Current GPT-OSS support is intentionally narrow:

  • Harmony parsing stays GPT-OSS-specific
  • reasoning effort is explicit, but a true “thinking off” mode is not promised
  • browsing is static fetch + extraction, not browser automation
  • the dashboard executes GPT-OSS browser tool calls and feeds the result back into the conversation loop

Why This Matters

GPT-OSS is the proof that the capability system is not just a Gemma 4 special case.
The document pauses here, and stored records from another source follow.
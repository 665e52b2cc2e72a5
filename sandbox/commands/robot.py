"""`upright inspect` and `upright build`: a robot file's derived figures and its URDF."""

from __future__ import annotations

import json
import math
import sys
from pathlib import Path
from typing import Annotated, Any

import typer

from ..tables import fmt, table
from .common import (
    JsonOption,
    RobotArg,
    RobotSetOption,
    _print_warnings,
    handles_errors,
    parse_sets,
)


@handles_errors
def inspect(
    robot: RobotArg,
    as_json: JsonOption = False,
    set_: RobotSetOption = None,
) -> None:
    """Derived figures of a robot: mass, centre of mass, inertia, motor constants, limits."""
    from ..plausibility import efficiency
    from ..robot import figures_json, load_robot

    spec = load_robot(robot, parse_sets(set_))
    data = figures_json(spec)
    data["gearbox_efficiency"] = efficiency(spec)
    data["warnings"] = list(spec.warnings)
    if as_json:
        typer.echo(json.dumps(data, indent=2))
        return
    typer.echo(_inspect_text(spec, data))


def _inspect_text(spec, data: dict[str, Any]) -> str:
    f = spec.figures
    mm = lambda v: f"{v * 1000:.1f} mm"  # noqa: E731
    rows = [
        ("robot", spec.name, ""),
        ("mass, whole robot", fmt(data["mass_kg"]), "kg"),
        ("centre of mass, whole robot (x, y, z)", ", ".join(mm(v) for v in f.com), "from axle"),
        ("body mass (no wheels)", fmt(f.body.mass), "kg"),
        ("body centre of mass (x, y, z)", ", ".join(mm(v) for v in f.body.com), "from axle"),
        ("body centre of mass above axle", mm(f.com_height), ""),
        ("body inertia about its centre of mass Ixx, Iyy, Izz",
         ", ".join(fmt(f.body.inertia[i, i]) for i in range(3)), "kg m^2"),
        ("body pitch inertia about the axle", fmt(data["body_pitch_inertia_about_axle_kg_m2"]),
         "kg m^2"),
        ("wheel inertia about its axle (one wheel)", fmt(f.wheel_inertia_axle), "kg m^2"),
        ("motor resistance", fmt(f.resistance), "ohm"),
        ("torque constant (output shaft)", fmt(f.torque_constant), "N m/A"),
        ("back-EMF constant (output shaft)", fmt(f.back_emf_constant), "V s/rad"),
        ("implied gearbox efficiency (torque / back-EMF constant)",
         f"{100 * data['gearbox_efficiency']:.0f}", "%"),
        ("reflected rotor inertia at the wheel", fmt(f.reflected_inertia), "kg m^2"),
        ("stall torque per wheel at rated voltage", fmt(f.stall_torque_wheel), "N m"),
        ("battery nominal voltage", fmt(f.battery_voltage), "V"),
        ("voltage left for the motors (after driver drop)", fmt(f.drive_voltage), "V"),
        ("stall torque per wheel from the battery", fmt(f.available_stall_torque), "N m"),
        ("top speed (no load)", fmt(f.top_speed), "m/s"),
        ("steepest tilt both motors can hold", fmt(math.degrees(f.steepest_hold_tilt)), "deg"),
    ]
    rows += _real_part_rows(f, spec)
    out = [table(rows, ("figure", "value", "unit")), "", "Description in force (SI units):"]
    flat = _flatten(data["description"])
    out.append(table([(k, v, _unit_of(k)) for k, v in flat], ("key", "value", "unit")))
    if data["warnings"]:
        out += ["", "Warnings (the robot still runs; check these values):"]
        out += [f"  {line}" for line in data["warnings"]]
    return "\n".join(out)


def _unit_of(key: str) -> str:
    """The SI unit of a flattened description key ('body.parts[0].size' -> 'm')."""
    import re

    from ..robot import key_kind
    from ..units import KINDS

    dotted = re.sub(r"\[(\d+)\]", r".\1", key)
    kind = key_kind(dotted) or key_kind(dotted + ".0")
    return KINDS[kind][0].replace("*", " ") if kind else ""


def _real_part_rows(f, spec) -> list[tuple[str, str, str]]:
    """Rows for the imperfect parts in force: measured body figures, the figures of each
    side where the two differ, the IMU filters' group delay."""
    rows = []
    if f.measured:
        rows.append(("body figures from body.measured", ", ".join(f.measured), ""))
    if f.sides_differ:
        shown = (("stall torque at rated voltage", "stall_torque_wheel", "N m"),
                 ("stall torque from the battery", "available_stall_torque", "N m"),
                 ("motor resistance", "resistance", "ohm"),
                 ("torque constant", "torque_constant", "N m/A"),
                 ("back-EMF constant", "back_emf_constant", "V s/rad"),
                 ("reflected rotor inertia", "reflected_inertia", "kg m^2"),
                 ("friction torque (kinetic)", "friction_torque", "N m"),
                 ("static friction torque", "static_friction_torque", "N m"),
                 ("wheel radius", "wheel_radius", "m"),
                 ("wheel inertia about its axle", "wheel_inertia_axle", "kg m^2"),
                 ("top speed (no load)", "top_speed", "m/s"))
        for label, name, unit in shown:
            left, right = getattr(f.left, name), getattr(f.right, name)
            if left != right:
                rows.append((f"{label}, left / right", f"{fmt(left)} / {fmt(right)}", unit))
    for label, delay in (("gyro", f.gyro_group_delay), ("accelerometer", f.accel_group_delay)):
        if delay is not None:
            rows.append((f"{label} filter group delay (low frequency)", fmt(delay * 1000), "ms"))
    return rows + _imperfection_rows(spec)


def _imperfection_rows(spec) -> list[tuple[str, str, str]]:
    """The imperfections in force (play, static friction, IMU filters, mounting, scale
    errors, jitter, compute time; the per-side rows are above), or 'ideal parts'."""
    from ..facts import imperfections

    # the report typesets N·m; the other rows of this table write N m
    rows = [(r[0], r[1], r[2].replace("N·m", "N m"))
            for r in imperfections(spec)
            if not r[0].startswith(("motors.left", "motors.right", "wheels.left", "wheels.right"))]
    return [("parts", "ideal parts (no imperfections in the file)", "")] if not (
        rows or spec.figures.sides_differ) else rows


def _flatten(data: Any, prefix: str = "") -> list[tuple[str, str]]:
    rows: list[tuple[str, str]] = []
    if isinstance(data, dict):
        for key, value in data.items():
            rows += _flatten(value, f"{prefix}.{key}" if prefix else str(key))
    elif isinstance(data, list) and data and isinstance(data[0], dict):
        for i, value in enumerate(data):
            rows += _flatten(value, f"{prefix}[{i}]")
    else:
        if isinstance(data, list):
            text = "[" + ", ".join(fmt(v) if isinstance(v, float) else str(v) for v in data) + "]"
        elif isinstance(data, float):
            text = fmt(data)
        else:
            text = str(data)
        rows.append((prefix, text))
    return rows


@handles_errors
def build(
    robot: RobotArg,
    output: Annotated[
        Path | None, typer.Option("-o", "--output", help="Write the URDF here (default: print).")
    ] = None,
    set_: RobotSetOption = None,
) -> None:
    """Write the robot's URDF (an open format other tools read)."""
    from ..robot import load_robot
    from ..urdf import robot_urdf

    spec = load_robot(robot, parse_sets(set_))
    _print_warnings(spec, robot)
    text = robot_urdf(spec)
    if output is None:
        sys.stdout.write(text)
        return
    output.write_text(text, encoding="utf-8")
    typer.echo(f"wrote {output}")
It shows that model-card-backed runtime behavior can cleanly cover a second specialized family with different parser, reasoning, and tool semantics without changing generic-model behavior.

On both engines

GPT-OSS harmony parsing works on the MLX engine (token level) and on the llama.cpp engine (string level). llama.cpp hands back already-detokenized text, so the runner reparses the harmony channel markers from strings into a separate reasoning channel, with a dependency-free parser that runs on non-Mac GPU nodes. The same approach covers plain <think>-delimited reasoning models, so a reasoning model's chain-of-thought lands in reasoning_content and the answer stays clean regardless of which engine serves it.